Oh, yeah, I also wanted to tell you, that although everyone will say stupid things, it’s because they love you guys and love R. Or, maybe because they are stupid. People will reach out to you and try to offer advise and insinuate that they know a thing or two about how you feel or what you’re going through. They mean well. (I mean well) And it’s true, it’s the worst thing that you can live through, but you will think up even worse. He’s missing, but someday you will come to a place where you know he’s not actually “missing”. He’s got to be somewhere, because you can still feel his presence. It’s the parents of the actual “missing children” that I pray for the hardest. My prayer for you is that you continue to feel his presence and eventually find peace in knowing you will be together again. Whatever and whenever that may be. It can not come soon enough.
I’m so sorry that R had to go. I asked T to show him the ropes.
peace and love and tears,
Jessica
Tuesday’s mama
St. Baldrick’s Day. Fado Irish Pub, Denver, CO. Team Tuesday. All you need is love. We’ve got it. Take a look.
Autumn Burke, you are amazing. Thank you. We love you.
2Pe 3:8
But, beloved, be not ignorant of this one thing, that one day is with the Lord as a thousand years, and a thousand years as one day.
We were in the American Folk Art room at the Milwaukee Art Museum. There was a painting by a little known folk artist; a pie chart of history according to the Bible. Blue, White and Red pie shapes, each pie representing a “one thousand year day” and all of the “important” events that occurred on that 1000 year day, like the first sunset, the great flood, and the birth of Jesus.
I like that crude pie chart. I get it. It has been two years since Tuesday’s passing, but it feels like 1000 years. It feels as I’ve lived a hundred lifetimes and that it’s only been 1 day since I held her last. A lot of “important” things have occurred, but the only thing that the stands out is that my daughter just died. Can I still stay just died? After all, It’s been 730 days, or 730,000 years, according to the pie chart in house paint on a plank of wood.
The heart doesn’t know time, but the soul can’t deny it. My heart aches as it did the first day and the 100th day and as far as I can tell, will still ache on day 1000. My soul, however, feels the sadness and the cold and the dark of January even without a calendar or reminders of the date.
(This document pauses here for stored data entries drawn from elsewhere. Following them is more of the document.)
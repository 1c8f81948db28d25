"""Field records through the whole plan: replacements move with the measured fade, a failed
cell raises a flag and a visit without touching the factor, and records that say nothing
leave the plan as it was.

The two-site study and every test record are invented.
"""

import json
import math

import pytest

from planner.pipeline import evidence_only, run_study
from planner.study.loading import load_study

SITES = ("id,region,climate,enclosure,load_w,charging,pv_wp,autonomy_days,existing_chemistry,"
         "existing_capacity_wh,existing_installed_year\n"
         "A-1,delta,mediterranean,cabinet-shade,1.0,pv,40,5,vrla,480,2022\n"
         "B-2,delta,mediterranean,cabinet-shade,1.0,pv,40,5,vrla,480,2022\n")
STUDY = """[study]
sites_file = "sites.csv"
horizon_years = 12
start_year = 2027
[candidates]
chemistries = ["vrla"]
oversize_factors = [1.0]
[thermal]
measures = ["none"]
[regions.delta]
trip_cost = 900.0
[output]
sensitivity = false
"""
HEADER = ("site_id,test_date,kind,duration_h,capacity_pct,start_temp_c,rate_h,end_voltage_v_per_cell,"
          "lowest_cell_v,tested_pack_installed_year\n")
ACCEPT = "A-1,2022-02-01,acceptance,10,100,25,10,,,\n"


def plan_of(tmp_path, tests=None):
    (tmp_path / "sites.csv").write_text(SITES, encoding="utf-8")
    body = STUDY
    if tests is not None:
        (tmp_path / "tests.csv").write_text(HEADER + tests, encoding="utf-8")
        body += '[field_data]\ncapacity_tests_file = "tests.csv"\n'
    (tmp_path / "study.toml").write_text(body, encoding="utf-8")
    return json.loads(json.dumps(run_study(load_study(tmp_path / "study.toml"))))


def site(plan, site_id):
    return next(s for s in plan["sites"] if s["id"] == site_id)


@pytest.fixture(scope="module")
def lab(tmp_path_factory):
    return plan_of(tmp_path_factory.mktemp("lab"))


def test_laboratory_plan_replaces_the_packs_in_a_few_years(lab):
    # the premise of the next checks: a decision the records can move either way
    assert 1 <= site(lab, "A-1")["replacement_years"][0] <= 4


def test_slower_measured_fade_replaces_later_within_the_service_limit(tmp_path, lab):
    # 95 % at 4.5 years where the laws predict about 87 %: fade at under half the rate
    plan = plan_of(tmp_path, ACCEPT + "A-1,2026-07-01,performance,9.5,95,25,10,,,\n")
    a = site(plan, "A-1")
    assert a["field_evidence"]["factor_p90"] < 0.8
    assert a["replacement_years"][0] > site(lab, "A-1")["replacement_years"][0]
    # never kept past its service limit (the pack's components, planner.designs.service)
    _, designs = evidence_only(load_study(tmp_path / "study.toml"))
    limit = designs["A-1"].existing.service_limit_years
    assert a["existing_pack"]["remaining_life_years"] <= limit + 1e-9
    assert a["replacement_years"][0] <= limit


def test_faster_measured_fade_replaces_earlier(tmp_path, lab):
    # 82 % at 4.5 years where the laws predict about 87 %: fade well above the laws'
    plan = plan_of(tmp_path, ACCEPT + "A-1,2026-07-01,performance,8.2,82,25,10,,,\n")
    a = site(plan, "A-1")
    assert a["field_evidence"]["factor_p10"] > 1.0
    assert a["replacement_years"][0] < site(lab, "A-1")["replacement_years"][0]
    assert a["existing_pack"]["remaining_life_years"] < a["existing_pack"]["remaining_life_years_predicted"]


def test_failed_cell_flags_a_visit_and_leaves_the_factor(tmp_path):
    slow = ACCEPT + "A-1,2026-07-01,performance,9.5,95,25,10,,,\n"
    failed = "A-1,2026-10-01,performance,7.0,70,25,10,1.80,1.45,\n"  # one cell 0.35 V low
    (tmp_path / "a").mkdir()
    (tmp_path / "b").mkdir()
    without = site(plan_of(tmp_path / "a", slow), "A-1")
    plan = plan_of(tmp_path / "b", slow + failed)
    with_cell = site(plan, "A-1")
    groups = {g["cause"]: g for g in plan["needs_attention"]["groups"]}
    assert [i["id"] for i in groups["failed_cell"]["items"]] == ["A-1"]  # first page of the plan
    fe = with_cell["field_evidence"]
    assert fe["visit_recommended"] and "1.45 V" in fe["failed_cell"]
    assert any("failed cell" in w for w in with_cell["warnings"])
    for key in ("factor_p10", "factor_p50", "factor_p90", "replace_by_years"):
        assert fe[key] == without["field_evidence"][key]
    assert [t["used"] for t in fe["tests"]] == [True, True, False]


def test_site_without_records_moves_with_its_chemistrys_fleet(tmp_path):
    plan = plan_of(tmp_path, ACCEPT + "A-1,2026-07-01,performance,9.5,95,25,10,,,\n")
    b = site(plan, "B-2")["field_evidence"]
    assert b["records_used"] == 0 and b["factor_p50"] < 1.0  # pulled by A-1's slow fade
    assert plan["field_data"]["chemistries"][0]["sites_with_records"] == 1


def _without_new_keys(plan):
    plan = json.loads(json.dumps(plan))
    for key in ("field_data", "assumptions", "solver"):
        plan.pop(key, None)
    for s in plan["sites"]:
        s.pop("field_evidence", None)
    return plan


def test_records_that_say_nothing_leave_the_plan_unchanged(tmp_path, lab):
    # the only test is of a pack replaced since: skipped with a warning, no record left
    plan = plan_of(tmp_path, "A-1,2019-02-01,performance,9,90,25,10,,,2015\n")
    assert "replaced since" in plan["field_data"]["skipped_records"][0]
    assert _without_new_keys(plan) == _without_new_keys(lab)


def test_value_of_a_test_is_listed_for_every_pack_in_service(lab):
    ranked = lab["field_data"]["test_value"]
    assert {r["site_id"] for r in ranked} == {"A-1", "B-2"}
    for r in ranked:
        assert r["value"] >= 0 and r["test_cost"] > 0
        assert math.isclose(r["net_value"], r["value"] - r["test_cost"], abs_tol=0.02)
    values = [r["net_value"] for r in ranked]
    assert values == sorted(values, reverse=True)


def test_a_test_that_pays_needs_attention():
    """An invented plan whose ranking says one test pays: it is listed with its net value."""
    from planner.plan.attention import needs_attention

    plan = {"study": {"start_year": 2027}, "sites": [{"id": "S-1", "name": "Gauge"}],
            "field_data": {"test_value": [
                {"site_id": "S-1", "value": 900.0, "test_cost": 300.0, "net_value": 600.0,
                 "replacement_year_after_test_low": 1, "replacement_year_after_test_high": 6},
                {"site_id": "S-2", "value": 0.0, "test_cost": 300.0, "net_value": -300.0}]}}
    groups = {g["cause"]: g for g in needs_attention(plan)["groups"]}
    (item,) = groups["test_pays"]["items"]
    assert item["id"] == "S-1" and item["cost"] == 600.0 and "2028" in item["detail"]


def test_every_documented_field_key_is_written_with_records(tmp_path):
    import importlib.util
    from pathlib import Path

    spec = importlib.util.spec_from_file_location(
        "pipeline_tests", Path(__file__).resolve().parent / "test_pipeline.py")
    module = importlib.util.module_from_spec(spec)
    spec.loader.exec_module(module)
    plan = plan_of(tmp_path, ACCEPT + "A-1,2026-07-01,performance,9.5,95,25,10,,,\n")
    written = module._plan_keys(plan)
    assert module.field_record_keys() - written == set()
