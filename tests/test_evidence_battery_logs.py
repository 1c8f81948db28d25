"""Capacity from battery logs: total least squares between rest points (Plett 2011), and
the chemistries and duties where a log cannot tell capacity.

Logs here are synthetic (benchmarks/field_gen.py simulates an invented PV-charged pack of
known capacity hour by hour); the checks are that the estimator recovers that capacity.
"""

import datetime as dt
import importlib.util
from pathlib import Path

import numpy as np
import pytest

from planner.evidence.battery_logs import (
    capacity_from_log,
    charge_drawn,
    log_unusable_reason,
    rest_ends,
    tls_capacity,
)

REPO = Path(__file__).resolve().parents[1]
_spec = importlib.util.spec_from_file_location("field_gen", REPO / "benchmarks" / "field_gen.py")
field_gen = importlib.util.module_from_spec(_spec)
_spec.loader.exec_module(field_gen)


def _hours(log):
    return (log["time"] - np.datetime64("2027-01-01")).astype(float) / 3600.0


def test_total_least_squares_is_unbiased_where_ordinary_least_squares_is_not():
    """Plett 2011 (J. Power Sources 196(4) 2319): with noise on the state-of-charge axis,
    ordinary least squares of ΔQ on ΔSOC shrinks the capacity (errors-in-variables
    attenuation); the weighted total least squares estimate does not."""
    rng = np.random.default_rng(1)
    q_true, n = 80.0, 400
    x_true = rng.uniform(-0.5, 0.5, n)
    sx, sy = 0.08, 0.5
    x = x_true + sx * rng.standard_normal(n)
    y = q_true * x_true + sy * rng.standard_normal(n)
    ols = float(np.sum(x * y) / np.sum(x * x))
    tls, sd = tls_capacity(y, x, np.full(n, sy), np.full(n, sx), bounds_ah=(1.0, 400.0))
    assert ols < 0.95 * q_true  # attenuated by var(x_true) / (var(x_true) + sx²) ≈ 0.93
    assert abs(tls - q_true) < max(3 * sd, 0.03 * q_true)


@pytest.mark.parametrize("chemistry, cells, capacity_ah, rated_ah, bias", [
    ("vrla", 6, 66.0, 75.0, 0.04),  # lead-acid: a shallow rest-voltage slope, weak records
    ("nmc", 3, 40.0, 50.0, 0.01),
])
def test_log_recovers_a_known_capacity(chemistry, cells, capacity_ah, rated_ah, bias):
    """Six synthetic half-years of one pack: the records' mean lies within ``bias`` of the
    true capacity and every record within three of its own standard errors."""
    found = []
    for seed in range(6):
        log = field_gen.synthetic_log(chemistry=chemistry, capacity_ah=capacity_ah, series_cells=cells,
                                      load_a=0.3, pv_peak_a=3.0, days=180, end=dt.datetime(2027, 1, 1),
                                      temp_mean_c=25.0, seed=seed)
        one = capacity_from_log(chemistry, "pv", _hours(log), log["pack_voltage_v"], log["current_a"],
                                log["battery_temp_c"], series_cells=cells, rated_ah=rated_ah, age_now_years=3.0)
        assert one.usable, one.reason
        assert np.all((one.age_years > 2.4) & (one.age_years < 3.0))
        found.append(one)
    caps = np.concatenate([f.capacity_frac for f in found])
    sigmas = np.concatenate([f.sigma_frac for f in found])
    truth = capacity_ah / rated_ah
    assert abs(caps.mean() - truth) < bias
    assert np.all(np.abs(caps - truth) < 3 * sigmas)


def test_flat_plateaus_and_float_duty_say_why_not():
    assert "plateau" in log_unusable_reason("lfp", "pv")
    assert "flat" in log_unusable_reason("lto", "pv")
    assert "float" in log_unusable_reason("vrla", "mains")
    assert log_unusable_reason("vrla", "pv") == "" and log_unusable_reason("nmc", "pv") == ""
    t = np.arange(100.0)
    found = capacity_from_log("lfp", "pv", t, np.full(100, 13.2), np.zeros(100), np.full(100, 20.0),
                              series_cells=4, rated_ah=50.0, age_now_years=2.0)
    assert not found.usable and "plateau" in found.reason


def test_a_log_without_rests_says_so():
    t = np.arange(200.0)
    found = capacity_from_log("vrla", "pv", t, np.full(200, 12.6), np.full(200, -5.0), np.full(200, 20.0),
                              series_cells=6, rated_ah=50.0, age_now_years=2.0)
    assert not found.usable and "rests" in found.reason


def test_rest_ends_need_enough_quiet_hours():
    t = np.arange(12.0)
    i = np.array([-3, 0, 0, 0, 0, 0, -3, 0, 0, -3, 0, 0], dtype=float)
    assert rest_ends(t, i, 100.0, 4.0).tolist() == [5]  # 1..5 lasts 4 h; 7..8 only 1 h


def test_primary_pack_counts_the_charge_drawn():
    t = np.arange(0.0, 1001.0)
    first, last, ah = charge_drawn(t, np.full(t.size, -0.1), rated_ah=19.0)
    assert (first, last) == (0.0, 1000.0) and ah == pytest.approx(100.0)
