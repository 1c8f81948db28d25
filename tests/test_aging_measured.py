"""A pack in service read from today, capped by a measured SOH (planner/aging/measured.py).

Class: a measured state of health below the simulated curve used to be ignored (an LFP
pack measured at 1 % kept 16 more years). From the day measured, the pack's health is
never above the measurement. The curves here are invented shapes; the rule is the
module's (equivalent age on the curve, or the curve's relative pace from the measurement).
"""

import numpy as np
import pytest

from planner.aging.measured import health_from_today

CURVE = 1.0 - 0.002 * np.arange(241)          # 20 years, 0.2 % a month (invented)


def test_no_measurement_reads_the_curve_from_the_age():
    health = health_from_today(CURVE, age_months=36)
    assert health.start_month == 36 and health.soh_monthly[0] == pytest.approx(CURVE[36])
    assert health.years_to(0.7) == pytest.approx((150 - 36) / 12)


def test_measurement_on_the_curve_gives_the_equivalent_age():
    # measured worse than the age says: it behaves like an older pack
    older = health_from_today(CURVE, age_months=36, measured_soh_frac=0.8)
    assert older.start_month == 100 and older.on_model_curve
    # variant: measured better than predicted: a younger equivalent age
    younger = health_from_today(CURVE, age_months=36, measured_soh_frac=0.95)
    assert younger.start_month == 25 and younger.years_to(0.7) > older.years_to(0.7)


def test_measurement_below_the_whole_curve_caps_the_health():
    # 1 % of capacity
    health = health_from_today(CURVE, age_months=36, measured_soh_frac=0.01)
    assert not health.on_model_curve
    assert health.soh_monthly.max() <= 0.01 and health.years_to(0.7) == 0.0
    # variant: a measurement just below the curve's end fades on at the curve's pace
    flat_end = np.concatenate([CURVE[:121], np.full(120, CURVE[120])])   # stops fading
    health = health_from_today(flat_end, age_months=12, measured_soh_frac=0.7)
    assert health.soh_monthly[0] == pytest.approx(0.7)
    assert health.soh_monthly[60] == pytest.approx(0.7 * flat_end[72] / flat_end[12])
    assert np.all(np.diff(health.soh_monthly) <= 1e-12)


def test_months_are_padded_to_the_horizon():
    health = health_from_today(CURVE, age_months=0, measured_soh_frac=0.6)
    assert health.start_month == 200 and health.months(120).size == 120
    assert health.months(120)[-1] == pytest.approx(CURVE[-1])


def test_existing_pack_measured_at_one_percent_is_not_kept(tmp_path):
    from planner.designs.evaluation import evaluate_fleet
    from planner.site.model import model_sites
    from planner.study.loading import load_study

    (tmp_path / "s.csv").write_text(
        "id,region,climate,load_w,charging,pv_wp,autonomy_days,existing_chemistry,"
        "existing_capacity_wh,existing_installed_year,existing_soh_frac\n"
        "A,r,temperate-maritime,2,pv,60,5,lfp,1000,2024,0.01\n"
        "B,r,temperate-maritime,2,pv,60,5,lfp,1000,2024,\n")
    (tmp_path / "s.toml").write_text('[study]\nsites_file = "s.csv"\nhorizon_years = 10\n'
                                     '[candidates]\nchemistries = ["lfp"]\n')
    study = load_study(tmp_path / "s.toml")
    measured, unmeasured = (r.existing for r in evaluate_fleet(study, model_sites(study)))
    assert measured.life_years == 0.0 and measured.soh_monthly.max() <= 0.01
    assert unmeasured.life_years > 5.0       # the same pack without a test lasts on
It feels that this is the season that she died and I would feel that even if I were in a cave for a year. Or 1000 years. or a day. The soul knows.
2 years.
I still feel like a high functioning sociopath.
I’m happy/I’m sad.
I’m getting my shit back together/I’m a mess.
I’m hopeful/I’m pissed.
I’m better.
I will never be better.
I’m ready to get off the rollercoaster.
But when we get to that last hill, it just starts climbing again.
Time does not heal all wounds because time is of no matter. 1 day or 1000 years; it’s all the same.
This doesn’t meant that there isn’t healing. We are healing. We are different, but we are healing. I’ve found that when you don’t recognize yourself, its best to return to those things that have always brought you joy. There is a lot of focus on travel and music and art and friends and giving. I’ve also found that sorrow and pain should be welcomed. Sit with it and hold it’s hand. It will only stay just long enough, and then you can go back to the travel and music and art and friends and giving. Feeling the pain big gives way to feeling the joy big. There is much to be thankful for and much to enjoy. I’m choosing to enjoy.
After all, this will all be over in a day.